Ouçam-me bem, bando de snobs, vocês que pensam saber tudo sobre arte contemporânea com as vossas referências elaboradas e as vossas análises pretensiosas. Sarah Lucas não é uma artista de salão. Não, esta mulher é uma força brutal que rasga as convenções e pulveriza as nossas certezas com a mesma indiferença com que mordia numa banana diante da objetiva de uma câmara fotográfica.
Na sua obra “Self Portrait with Fried Eggs” (1996), Lucas olha-nos com um olhar que diz “E então?” exibindo dois ovos estrelados no peito. Esta imagem icónica não é apenas uma provocação simples, é uma interrogação fundamental sobre a nossa relação com o corpo feminino no espaço social. Lucas personifica aquilo que o filósofo existencialista Jean-Paul Sartre chamava de “ser-para-outro”, essa consciência aguda de ser perpetuamente o objeto do olhar dos outros [1]. Mas ao invés de se submeter a esse olhar, ela o volta contra nós com uma intensidade glaciante, transformando o espetador num voyeur consciente da sua própria participação no jogo da objetificação.
As obras de Lucas navegam num oceano de referências visuais oriundas da cultura popular britânica. As suas esculturas “Bunny” (1997), esses corpos sem cabeça feitos de collants acolchoados e drapeados em cadeiras, não são meras paródias da disponibilidade sexual. Elas evocam antes aquilo que Georges Bataille descreveu como “o informe”, essa capacidade da arte de desclassificar, de borrar as categorias estabelecidas para criar um mal-estar produtivo [2]. O informe em Lucas desestabiliza as nossas perceções e expectativas, obrigando-nos a reconsiderar as nossas noções pré-concebidas sobre género, sexualidade e poder.
Veja-se “Au Naturel” (1994), essa instalação onde um colchão afundado acolhe um par de melões e um balde de um lado (sugestão da feminilidade), e um pepino e duas laranjas do outro (evocação do masculino). Esta obra não se limita a reproduzir os órgãos genitais sob a forma de uma brincadeira visual, expõe a nossa tendência coletiva de reduzir o humano às suas partes, ao mesmo tempo que ilumina o absurdo fundamental dessa redução. É como se Lucas dissesse: “Isto é o que vêem quando olham para um homem e uma mulher? A sério?”

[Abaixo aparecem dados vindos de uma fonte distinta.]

"""The stacker's secant search and memoised noncentral chi^2 quantities, against references.

The transits needed are checked against the bisection the search replaced
(``tests/stacker_reference.py``, kept out of the package), which finds the
smallest N with lambda(N) >= target by halving; the memoised noncentral
chi^2 quantities against scipy.stats.ncx2 / scipy.special.
"""

import numpy as np
from hypothesis import given, strategies as st
from scipy import special, stats

from snrkit.stats import probability
from snrkit.stats import stacker
from snrkit.stats import search

from stacker_reference import (bisection_transits_needed, reference_transits_needed,
                               scipy_noncentrality)

WL = np.linspace(0.6, 5.0, 24)


def _problem(seed, n_batch, floor_kind, prior, test, nan_bins):
    """Random spectra, noise, floors and nuisances for one stacking problem."""
    rng = np.random.default_rng(seed)
    amp = 10 ** rng.uniform(0.0, 2.5, (n_batch, 1))
    centre = rng.uniform(1.0, 4.5, (n_batch, 1))
    truth = amp * np.exp(-0.5 * ((WL - centre) / rng.uniform(0.1, 0.6)) ** 2)
    truth = truth + rng.normal(0.0, 0.1, truth.shape) * amp
    white = 10 ** rng.uniform(0.5, 2.3, (n_batch, 1)) * rng.uniform(0.5, 2.0, WL.size)
    if nan_bins:
        white = np.where(rng.random(white.shape) < 0.15, np.nan, white)
    if floor_kind == "none":
        floor = 0.0
    elif floor_kind == "scalar":
        floor = float(10 ** rng.uniform(-0.5, 1.8))
    elif floor_kind == "proportional":                 # same floor/white ratio in every bin
        floor = np.where(np.isfinite(white), white * rng.uniform(0.02, 0.5), 0.0)
    else:                                              # per bin, some bins without a floor
        floor = 10 ** rng.uniform(-0.5, 1.8, white.shape) * (rng.random(white.shape) < 0.8)
    null = np.zeros_like(truth)
    kw = {}
    if test == "species":
        null = truth * rng.uniform(0.2, 0.9, WL.size)
        kw["null_scale"] = (0.0, 2.0)
    elif test == "shape":
        kw["shape"] = truth
    elif test == "against":
        null = truth[:, ::-1] * rng.uniform(0.5, 1.5)
    if prior != "none":
        tpl = (truth * rng.uniform(-0.3, 0.3, (n_batch, 1)) * np.linspace(1.5, 0.5, WL.size))
        kw["null_templates"] = kw["alt_templates"] = tpl[..., None]
        kw["template_sigma"] = np.array([np.inf if prior == "free" else rng.uniform(0.2, 3.0)])
        kw["template_mean"] = np.array([1.0])
    return truth, null, white, floor, kw


@given(seed=st.integers(0, 2 ** 32 - 1), n_batch=st.integers(1, 12),
       floor_kind=st.sampled_from(["none", "scalar", "proportional", "per-bin"]),
       floor_averages=st.booleans(), prior=st.sampled_from(["none", "free", "finite"]),
       test=st.sampled_from(["flat", "shape", "species", "against"]),
       nan_bins=st.booleans(), many_dof=st.booleans(),
       sigma=st.sampled_from([1.0, 3.0, 5.0, 8.0]), n_max=st.sampled_from([1, 2, 3, 17, 1000, 30000]))
def test_secant_search_equals_bisection(seed, n_batch, floor_kind, floor_averages, prior, test,
                                        nan_bins, many_dof, sigma, n_max):
    # The integers must be exactly those of the bisection over N (the stacker before
    # the secant search) for every probability, both floor conventions and dof > 1.
    truth, null, white, floor, kw = _problem(seed, n_batch, floor_kind, prior, test, nan_bins)
    rng = np.random.default_rng(seed + 1)
    dof = rng.integers(2, 30, n_batch) if many_dof else 1
    probs = (0.5, 0.9, 0.02)
    res = stacker.stack_transits(truth, null, white, floor=floor, floor_averages=floor_averages,
                            dof=dof, sigma=sigma, probabilities=probs, n_max=n_max, n_curve=[1],
                            **kw)
    for p in probs:
        ref, _ = reference_transits_needed(truth, null, white, floor=floor,
                                           floor_averages=floor_averages, dof=dof, sigma=sigma,
                                           probability=p, n_max=n_max, **kw)
        np.testing.assert_array_equal(res["transits_for_probability"][p], ref)
        if p == 0.5:
            np.testing.assert_array_equal(res["transits_needed"], ref)
    quick = stacker.stack_needed(truth, null, white, floor=floor, floor_averages=floor_averages,
                            dof=dof, sigma=sigma, n_max=n_max, **kw)
    np.testing.assert_array_equal(quick["transits_needed"], res["transits_needed"])
    np.testing.assert_array_equal(quick["delta_chi2_per_transit"], res["delta_chi2_per_transit"])
    np.testing.assert_array_equal(quick["delta_chi2_asymptotic"], res["delta_chi2_asymptotic"])


@given(seed=st.integers(0, 2 ** 32 - 1), n_max=st.integers(1, 5000),
       kind=st.sampled_from(["saturating", "steps", "power", "zero-start"]))
def test_public_search_equals_bisection_on_monotone_functions(seed, n_max, kind):
    # Any non-decreasing lambda(N), smooth or not: the same N as bisection, including
    # targets of 0 (reached at N = 1) and targets never reached (0).
    rng = np.random.default_rng(seed)
    m = 40
    a = 10 ** rng.uniform(-2, 2, m)
    k = 10 ** rng.uniform(-4, 0, m)
    step = rng.integers(1, 50, m)
    e = rng.uniform(0.05, 2.0, m)

    def lam(n):
        n = np.asarray(n, dtype=np.float64)
        if kind == "saturating":
            return a * n / (1.0 + n * k)
        if kind == "steps":
            return a * np.floor(n / step)
        if kind == "power":
            return a * n ** e
        return a * np.maximum(n - step, 0.0) / (1.0 + n * k)
    top = lam(np.full(m, n_max))
    target = top * rng.uniform(0.0, 1.3, m)
    target[:3] = (0.0, top[3] * 2.0, lam(np.full(m, 1))[2])
    got = search.transits_needed(lam, target, n_max)
    np.testing.assert_array_equal(got, bisection_transits_needed(lam, target, n_max))


def test_secant_is_exact_when_floor_tracks_the_white_noise():
    # With floor = c x white in every bin, lambda(N) = N lambda_w / (1 + N c^2) with
    # lambda_w the white-noise value of one transit (lambda(1) = lambda_w / (1 + c^2),
    # lambda(inf) = lambda_w / c^2; the weights all scale by one factor), so
    # 1/lambda is a straight line in 1/N and the first secant proposal, from lambda(1)
    # and lambda(inf), is the answer: after lambda(1) the search evaluates the pair
    # (N - 1, N) or, unreached, lambda(n_max) alone -- at most 2 evaluations per
    # element against about log2(n_max) + 1 for bisection.
    truth, null, white, _, _ = _problem(7, 50, "none", "none", "flat", False)
    floor = 0.2 * white
    res = stacker.stack_needed(truth, null, white, floor=floor, sigma=5.0, n_max=10_000)
    lam1, lam_inf = res["delta_chi2_per_transit"], res["delta_chi2_asymptotic"]
    np.testing.assert_allclose(lam_inf, lam1 * 1.04 / 0.04, rtol=1e-9)
    reach = res["transits_needed"] > 1
    assert reach.sum() > 10                      # the check is not vacuous
    # count the evaluations of the search itself
    stk, one, _, linear, _ = stacker._stack_setup(truth, null, white, floor, False, dict(
        alt=None, shape=None, null_templates=None, alt_templates=None, template_sigma=None,
        template_mean=None, null_scale=None), 10_000)
    assert not linear
    before = stk.evaluations
    n, lam_n = stk.needed(one, res["delta_chi2_asymptotic"], np.full(one.shape, 25.0))
    np.testing.assert_array_equal(n, res["transits_needed"])
    assert stk.evaluations - before <= 2 * one.size
    ref, counted = reference_transits_needed(truth, null, white, floor=floor, sigma=5.0,
                                             n_max=10_000)
    np.testing.assert_array_equal(n, ref)
    assert counted.evaluations >= 14 * one.size
    # lambda at the N found is lambda(N) itself
    np.testing.assert_allclose(lam_n[reach], (one * 1.04 * n / (1 + n * 0.04))[reach],
                               rtol=1e-9)


def test_memoised_noncentral_quantities_against_scipy():
    # The noncentral chi^2 (e.g. Johnson, Kotz & Balakrishnan 1995, Continuous
    # Univariate Distributions vol. 2, 2nd ed., ch. 29; chapter from memory), as
    # scipy.stats.ncx2: the critical value is the chi^2_nu quantile at the one-sided
    # tail Phi(-Z), and at lambda(P) the survival function at that critical value is P.
    z = np.array([3.0, 5.0, 5.0, 3.0, 5.0, 8.0])
    nu = np.array([1, 7, 7, 40, 1, 3])
    p = np.array([0.5, 0.9, 0.9, 0.1, 0.02, 0.5])
    crit = probability.critical_delta_chi2(z, nu)
    ref_crit = np.where(nu == 1, z ** 2, stats.chi2.isf(stats.norm.sf(z), nu))
    np.testing.assert_allclose(crit, ref_crit, rtol=1e-10)
    lam = probability.noncentrality_for_probability(p, z, nu)
    many = nu > 1
    np.testing.assert_allclose(stats.ncx2.sf(crit[many], nu[many], lam[many]), p[many],
                               rtol=1e-7)
    # 1 dof: the closed form (Z + Phi^-1(P))^2, 0 below Phi(-Z) (Cowan et al. 2011,
    # Eur. Phys. J. C 71, 1554, Sec. 3.5)
    np.testing.assert_allclose(lam[~many], np.clip(z + stats.norm.ppf(p), 0, None)[~many] ** 2,
                               rtol=1e-12)
    # memoised values are exactly scipy.special's, element by element
    exact = [scipy_noncentrality(float(pi), float(zi), int(ni)) for pi, zi, ni in zip(p, z, nu)]
    np.testing.assert_array_equal(lam, exact)
    np.testing.assert_array_equal(
        crit, [zi ** 2 if ni == 1 else special.chdtri(ni, special.ndtr(-zi)) for zi, ni in zip(z, nu)])
    # and each distinct tuple is computed once: a repeat is a cache hit
    before = probability._noncentrality_one.cache_info()
    again = probability.noncentrality_for_probability(p, z, nu)
    after = probability._noncentrality_one.cache_info()
    np.testing.assert_array_equal(again, lam)
    assert after.misses == before.misses and after.hits - before.hits == 5   # 5 distinct tuples


def test_median_of_repeated_values_and_limits():
    # The noncentral chi^2 median (scipy.stats.ncx2.median) through the table: repeated
    # values give equal results, the limits are the central median (lambda -> 0) and
    # lambda + dof (lambda -> infinity), and the table stays within 1e-4 of scipy.
    lam = np.array([0.0, 3.0, 3.0, 50.0, 0.0, 50.0, 1e9])
    got = probability.expected_statistic(lam, 9)
    ref = np.where(lam < 1e-4, stats.chi2.median(9),
                   np.where(lam > 1e8, lam + 9, stats.ncx2.median(9, np.clip(lam, 1e-4, None))))
    np.testing.assert_allclose(got, ref, rtol=1e-4)
    assert got[1] == got[2] and got[3] == got[5]


def test_answer_does_not_depend_on_the_chunk_size(monkeypatch):
    # lambda(N) is evaluated in chunks of rows; every row's arithmetic is its own, so
    # chunks of 1 row or of the whole batch give the same numbers, bit for bit.
    truth, null, white, floor, kw = _problem(11, 40, "per-bin", "finite", "species", True)
    args = dict(floor=floor, sigma=3.0, probabilities=(0.5, 0.9), n_max=3000,
                n_curve=[1, 5, 50], **kw)
    whole = stacker.stack_transits(truth, null, white, **args)
    monkeypatch.setattr(stacker, "_CHUNK_VALUES", 1)
    rows = stacker.stack_transits(truth, null, white, **args)
    assert np.any(whole["transits_needed"] > 1)
    for key in ("transits_needed", "delta_chi2_per_transit", "delta_chi2_asymptotic",
                "curve_significance", "limiting_term"):
        np.testing.assert_array_equal(rows[key], whole[key])
    for p in (0.5, 0.9):
        np.testing.assert_array_equal(rows["transits_for_probability"][p],
                                      whole["transits_for_probability"][p])


def test_empty_batches_and_grids():
    # No elements, or no bins (nothing to detect: "no signal"), go through the chunked
    # evaluation without error.
    r = stacker.stack_transits(np.ones((0, 5)), np.zeros((0, 5)), np.ones((0, 5)), floor=1.0,
                          n_curve=[1, 2])
    assert r["transits_needed"].shape == (0,)
    r = stacker.stack_transits(np.ones((3, 0)), np.zeros((3, 0)), np.ones((3, 0)), floor=1.0,
                          n_curve=[1, 2])
    np.testing.assert_array_equal(r["transits_needed"], [0, 0, 0])
    assert list(r["limiting_term"]) == ["no signal"] * 3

Há no trabalho de Lucas uma ressonância profunda com o teatro do absurdo de Samuel Beckett. As suas obras, como “Two Fried Eggs and a Kebab” (1992), onde alimentos perecíveis representando seios e uma vagina são dispostos diariamente numa mesa, evocam a espera fútil e a repetição desesperada que encontramos em “À Espera de Godot”. Em ambos os casos, o espetador é confrontado com um espetáculo que parece ao mesmo tempo cómico e profundamente melancólico, onde os corpos humanos (ou seus substitutos) são reduzidos a objetos num jogo existencial desprovido de propósito aparente.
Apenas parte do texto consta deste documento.